Cet exposé est inévitablement partial. Il faut toutefois préciser que livre
après livre, article après article, Virey retourne sans cesse aux textes
lamarckiens. Enfin Virey tendait à taire le nom de Lamarck lorsqu'il était amené
à faire des commentaires désapprobateurs sur les dangereuses conséquences
religieuses qu'entraînait le label transformiste, déposé par son aîné.
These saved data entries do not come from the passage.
import type { Browser } from "playwright-core";
import { afterAll, beforeAll, describe, expect, it } from "vitest";
import { sql } from "../support/db";
import { launchBrowser, newContext, snap } from "../support/browser";
import { focused, signInByKeyboard, tabTo } from "../support/keyboard";

let browser: Browser;
beforeAll(async () => {
  browser = await launchBrowser();
});
afterAll(async () => {
  await browser?.close();
});

describe("keyboard alone", () => {
  it("lets a set owner open a job and approve the estimate", async () => {
    const ctx = await newContext(browser);
    const page = await ctx.newPage();
    await signInByKeyboard(page, "brennan.estate@example.org", "demo-owner-2026");
    await page.goto("/portal");
    await tabTo(page, (f) => f.tag === "A" && f.text.includes("Aurelian Model 5T-48"), "the job link");
    await page.keyboard.press("Enter");
    await page.waitForURL(/\/portal\/jobs\//);
    await page.getByRole("button", { name: /Approve this estimate/ }).waitFor();
    await tabTo(page, (f) => f.tag === "BUTTON" && f.text.startsWith("Approve this estimate"), "the approve button");
    await page.keyboard.press("Enter");
    await expect
      .poll(async () => (await sql<{ state: string }>("select state from job where idempotency_key = 'demo-estimate'"))[0]!.state, {
        timeout: 15_000,
      })
      .toBe("approved");
    await snap(page, "keyboard-01-estimate-approved");
    await ctx.close();
  });

  it("lets a technician reach the bench sheet and record readings, Enter moving to the next", async () => {
    const ctx = await newContext(browser);
    const page = await ctx.newPage();
    await signInByKeyboard(page, "tomas@kestrel-lane.example", "bench-tech-2026");
    const [job] = await sql<{ id: string; number: number }>("select id, number from job where idempotency_key = 'demo-bench'");
    await page.goto("/bench");
    const label = `KL-${String(job!.number).padStart(4, "0")}`;
    // The queue's first page fills with the jobs other tests create: search for the demo job first.
    await page.getByLabel("Search", { exact: true }).fill(label);
    await page.getByRole("link", { name: label }).waitFor();
    await tabTo(page, (f) => f.tag === "A" && f.text === label, "the job in the queue");
    await page.keyboard.press("Enter");
    await page.waitForURL(new RegExp(`/bench/jobs/${job!.id}`));
    await page.getByRole("tab", { name: "Bench sheet" }).waitFor();
    await tabTo(page, (f) => f.role === "tab" && f.text.includes("Bench sheet"), "the bench sheet tab");
    await page.keyboard.press("Enter");
    await page.locator("input[id^='rd-']").first().waitFor();
    await tabTo(page, (f) => f.tag === "INPUT" && f.id.startsWith("rd-"), "the first reading");
    const first = (await focused(page)).id;
    await page.keyboard.type("455");
    await page.keyboard.press("Enter");
    await expect.poll(async () => (await focused(page)).id).not.toBe(first);
    expect((await focused(page)).id.startsWith("rd-")).toBe(true);
    await expect
      .poll(async () => (await sql<{ n: number }>("select count(*)::int as n from reading where job_id = $1", [job!.id]))[0]!.n, {
        timeout: 15_000,
      })
      .toBeGreaterThan(0);
    await snap(page, "keyboard-02-bench-sheet");
    await ctx.close();
  });
});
Il
préféra adopter des termes plus généraux comme « certaines tentatives pour
redonner naissance à l'épicurisme », ou « certains auteurs modernes ». Lorsqu'en
1815-1816, Virey fit une seconde édition du Nouveau Dictionnaire, il invita même
Lamarck à écrire plusieurs articles importants, en prenant toutefois la
précaution de leur adjoindre ses propres contributions antérieures.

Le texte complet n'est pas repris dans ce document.